Ich würde gerne wieder anfangen zu spielen, mag dies allerdings nicht allein tun  
Daher suche ich leute die lust haben mit mir von lvl 1-90 zu lvln 
der server ist mir relativ wurscht, aber allianz sollte es sein.

ich spiele schon seit einiger zeit, allerdings mit pausen.

zu meiner person: mein name ist mareike, ich bin 27 jahre jung , hole zur zeit mein abitur nach, 
was dazu führt, dass ich möglicherweise auch mal 1-2 tage keine zeit habe zu spielen, weil ich lernen muss.

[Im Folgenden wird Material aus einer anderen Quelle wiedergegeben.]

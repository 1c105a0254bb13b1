//! The smallest plants the shell's unit tests need: one node between a feed and a product.

/// The tee with one meter, `F-1`, on its feed.
pub(crate) const TEE: &str = r#"
name = "tee"
[[component]]
id = "A"
molar_mass = 2.0
[[unit]]
id = "n"
kind = "node"
[[stream]]
id = "in"
from = "outside"
to = "n"
[[stream]]
id = "out"
from = "n"
to = "outside"
[[meter]]
tag = "F-1"
stream = "in"
quantity = "molar_flow"
uom = "kmol/h"
sigma = 1.0
"#;

/// The tee with a meter on each stream: `feed` on the feed, with an instrument range of 0 to
/// `range` kmol/h, and `product` on the product (a redundant pair: each tests the other).
pub(crate) fn metered_tee(feed: &str, product: &str, range: f64) -> String {
    let feed_meter = TEE.replace("tag = \"F-1\"", &format!("tag = \"{feed}\""));
    format!(
        "{feed_meter}range = [0.0, {range:?}]\n[[meter]]\ntag = \"{product}\"\nstream = \"out\"\n\
         quantity = \"molar_flow\"\nuom = \"kmol/h\"\nsigma = 1.0\n"
    )
}

#[test]
fn the_metered_tee_is_a_valid_model_with_both_meters() {
    let plant = reconcile::parse_plant(&metered_tee("FT-1", "FT-2", 100.0)).expect("valid");
    let tags: Vec<&str> = plant.meters.iter().map(|m| m.tag.as_str()).collect();
    assert_eq!(tags, ["FT-1", "FT-2"]);
    assert_eq!(plant.meters[0].range, Some([0.0, 100.0]));
    assert_eq!(plant.meters[1].range, None);
}
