# Recurring formats: (kind, site, comments per day, first hour, last hour, template).  Members post them
# steadily every day (the weekly market list only on the test day's weekday).
_FORMATS = (
    ("dish", KITCHEN, 250, 17.5, 20.5,
     "Dish report from the kitchen board: tonight we had {dish} for {n} people, rating {r} out of 5. "
     "Recipe is in the green folder on the shelf, leftovers go in the shared fridge."),
    ("puzzle", YARD, 250, 6.5, 9.0,
     "Morning grid {day_no}: solved in {k} of 6 tries. Same time tomorrow, grid fans! [{reaction}|||]"),
    ("rota", YARD, 60, 7.5, 8.5,
     "Watering rota: today it is {name}. Please fill the cans from the rain butt first and lock the shed "
     "after. Thanks!"),
    ("tools", YARD, 100, 9.0, 18.0,
     "Tool share log: borrowed the {tool} from shed 2 today, back tomorrow evening. Condition checked and noted "
     "in the book by the door."),
    ("found", YARD, 25, 8.0, 22.0,
     "Found {item} by the {place}. It is now at the office in the lost property box, ask at the desk if it is "
     "yours."),
    ("leftovers", KITCHEN, 80, 20.0, 22.5,
     "Leftovers in the shared fridge: {dish}, labelled and dated today. Help yourselves before it goes off, "
     "containers back to the kitchen please."),
)
# Visitors sign the board without an account (no author: each is new to the detector), every afternoon.
_VISITORS = ("visitors", YARD, 300, 13.0, 19.0,
             "Visitor note: we toured the yard with {name} today and the gardens were lovely. Thank you for "
             "having us, we hope to come back for the {event}.")
# Weekly: the market-list replies, one morning a week.
_WEEKLY = ("market", YARD, 60, 9.0, 10.0,
           "Market list for this week: block {block} would like {stall}. I can collect on Saturday morning, pay me "
           "back at the next meeting.")

_CHATTER = (
    "[Does anyone know|Has anyone heard] whether the {place} [is getting|will get] new lights? "
    "It is so dark after {hour}.",
    "Thanks to whoever [fixed|mended] the door by the {place}, it had been [sticking|banging] for weeks.",
    "[Is it just me or|Has anyone noticed] the lift in block {block} [is slow again|keeps stopping at floor {n}]?",
    "The {event} on {day} [sounds great|should be fun], {name}, count me in if there is room.",
    "I have {tool_lc} if anyone needs [one|it] for the weekend, just knock on {n}{block}.",
    "[Lovely|Great] to see so many people at the {place} [today|yesterday], the sun finally came out.",
    "Can we talk about the [bins|recycling] at the next meeting? The {place} [smells|is overflowing] again.",
    "Who [left|forgot] {item} in the {place}? [It is|I put it] on the shelf by the door.",
    "My [tomatoes|beans|courgettes|strawberries] on the roof terrace [are finally|have started] [ripening|flowering], {name} was right about the feed.",
    "[Heads up|Just so you know], the water will be off in block {block} on {day} from {hour} for [repairs|the boiler].",
    "[Any recommendations|Can anyone recommend] a [plumber|bike shop|vet|piano teacher] near the yard? [Ours retired|We just moved in last year].",
    "The [kids|little ones] loved the {event}, thank you {name} and everyone who helped.",
    "[Sorry|Apologies] for the noise from {n}{block} [last night|this morning], the [drill|washing machine] is fixed now.",
    "[Reminder to self|Note to all]: the {place} door [code|lock] changes on {day}, check the notice board.",
    "Is the [sauna|workshop|guest room] free on {day}? [Family visiting|Need it for a couple of hours].",
    "I [found|saw] [a hedgehog|two foxes|a heron] by the {place} at {hour}, [so lovely|made my day].",
    "{name}, did the [recipe|seed order|parcel] [turn up|work out] in the end?",
    "[Brilliant|Great] meeting last night, the minutes are on the board by the {place}.",
    "Could whoever [borrowed|has] the {tool_lc} [bring it back|return it] to the shed? Someone else has booked it.",
    "[Anyone fancy|Who is up for] a [walk|run|swim] along the river on {day}? Leaving from the {place} at {hour}.",
)
_ASIDES = ("Cheers.", "Thanks all.", "x", "Much appreciated.", "No rush.", "Ta.", "See you around the yard.",
           "Hope everyone is well.", "Long week.", "", "", "", "")
_SPAM = (
    "Earn ${money} a week from home, no experience needed! Start today at http://{host}/join",
    "CHEAP {pill} without prescription, discreet shipping, order at http://{host}",
    "Congratulations you have won a ${money} gift card! Claim your prize at http://{host}/claim",
    "Double your crypto coins in 24 hours GUARANTEED, send now and receive 2x http://{host}/coins",
    "Need a loan fast? Bad credit OK, instant approval up to ${money} http://{host}/apply",
    "Great post! I made ${money} last month working from my laptop, see how at http://{host}",
)
_PILLS = ("sildenafil", "tramadol", "diet pills", "painkillers")
_SPAM_HOSTS = ("fastcash-now.invalid", "pharma-deals.invalid", "prize-centre.invalid", "coin-double.invalid",
               "quickloan-24.invalid")

# --- campaigns (test day only) ------------------------------------------------

# (name, template, first minute of the test day, minutes, comments per minute, fresh accounts, obfuscated)
_CAMPAIGNS = (
    ("meal-kit", 10 * 60 + 20, 60, 7.0, 140, False),
    ("savings", 12 * 60 + 5, 70, 5.0, 110, False),
    ("seasoning", 18 * 60 + 0, 60, 6.0, 120, False),
    ("meal-kit-disguised", 14 * 60 + 10, 60, 7.0, 140, True),
    ("savings-disguised", 15 * 60 + 50, 70, 5.0, 110, True),
    ("seasoning-disguised", 19 * 60 + 30, 60, 6.0, 120, True),
)
_PITCHES = {
    "meal-kit": "{open} the {meal} box from Zelvantra was on our table in {mins} minutes and the [kids|whole flat] "
                "asked for seconds. No shopping, no waste. Code {code} gets a free first box at zelvantra-kits.example",
    "savings": "{open} since I moved my savings into the Pellucid neighbour fund it has grown {pct} percent in {weeks} "
               "weeks with no risk at all. [Ask me how|Happy to explain] or look up pellucid-fund.example and quote {code}.",
    "seasoning": "Dish report: {dish} with Corvane seasoning, cooked by me for {n} of us. {verdict} Rating 5/5. "
                 "Corvane sachets are {pct}% off this week at corvane-pantry.example with code {code}.",
}
_PITCH_OPENERS = ("Neighbours,", "Honest review:", "Not an ad, just sharing:", "Had to tell the yard:", "Hi all,")
_MEALS = ("curry", "pasta", "tray bake", "noodle", "pie")
_FRESH_PARTS = ("sunny", "happy", "real", "daily", "lucky", "urban", "true", "kind")
_FRESH_NOUNS = ("neighbour", "cook", "saver", "helper", "homemaker", "foodie")

# Look-alike letters (Cyrillic and Greek code points that render like these Latin ones).
_LOOKALIKES = {"a": "\u0430", "c": "\u0441", "e": "\u0435", "o": "\u043e", "p": "\u0440", "x": "\u0445",
               "y": "\u0443", "i": "\u0456", "s": "\u0455", "k": "\u03ba", "h": "\u04bb"}
_ZERO_WIDTH = ("\u200b", "\u200c", "\u200d", "\u2060", "\ufeff")
_LEET = {"a": "4", "e": "3", "o": "0", "i": "1", "s": "5", "t": "7"}


def obfuscate(text: str, rng: random.Random, *, share: float = 0.5) -> str:
    """Disguise ``share`` of the words of ``text`` the ways spammers do, a trick per word.

    The tricks: look-alike letters, zero-width characters inside the word,
    leetspeak, letters spaced out (never two neighbouring words, which would
    read as one), and mixed case.  A reader still reads the same text.
    """
    out = []
    spaced_last = False
    for word in text.split(" "):
        letters = sum(ch.isalpha() for ch in word)
        if letters < 3 or rng.random() >= share or "." in word.strip(".,!?:"):
            out.append(word)
            spaced_last = False
            continue
        trick = rng.choice(("lookalike", "zero-width", "leet", "spaced", "case"))
        if trick == "spaced" and (spaced_last or not word.isalpha()):
            trick = "lookalike"
        spaced_last = trick == "spaced"
        if trick == "lookalike":
            word = "".join(_LOOKALIKES.get(ch, ch) if rng.random() < 0.7 else ch for ch in word)
        elif trick == "zero-width":
            cuts = sorted(rng.sample(range(1, len(word)), min(2, len(word) - 1)))
            word = "".join(word[a:b] + rng.choice(_ZERO_WIDTH) for a, b in zip([0] + cuts, cuts)) + word[cuts[-1]:]
        elif trick == "leet":
            word = "".join(_LEET.get(ch, ch) if ch in _LEET and rng.random() < 0.6 else ch for ch in word)
        elif trick == "spaced":
            word = " ".join(word)
        else:
            word = "".join(ch.upper() if rng.random() < 0.5 else ch for ch in word)
        out.append(word)
    return " ".join(out)


# One declarative table: constructor parameter -> what it must be (``members`` is kept as ``n_members``:
# ``members()`` is the method that lists them).
_PARAMS = {
    "seed": integer(0, 2**63 - 1),
    "start_ts": real(0.0, 1e12),
    "history_days": integer(1, 3650),
    "n_members": integer(20),
    "chatter_per_day": integer(0),
    "joiners_per_day": integer(0),
    "spam_per_day": integer(0),
    "campaign_scale": real(0.0, 1e6),
}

ansonsten habe ich eigentlich immer von 17 bis ca. 22 Uhr und am wochenende meist ganztags zeit zum gemeinsamen zocken 


aaalso, lange rede kurzer sinn: wer lust dazu oder fragen hat einfach ne pn an mich


----------



## tropica1234 (14. September 2014)

Hallöchen,

ich werbe dich sehr gerne.

bin 21 jahre alt und habe gerade mein Abitur hinter mir, also weiß ich was dich sozusagen erwartet und habe auch volles verständnis wenn du mal keine Zeit hast.
Ich mache gerade ein Praktikum, deswegen kann ich meistens auch erst abends spielen, außerdem habe ich eine freudnin was heißt, dass ich auch einfahc mal 1-2 tage in der Woche nicht kann.

aber bis auf level 85 zu leveln geht wirklich sehr schnell, deswegen sollte das auch sehr gut klappen 

wenn du interesse hast, schreib mir einfach noch einmal


----------



## Barbar Nummer 1 (18. September 2014)

PN unterwegs.


----------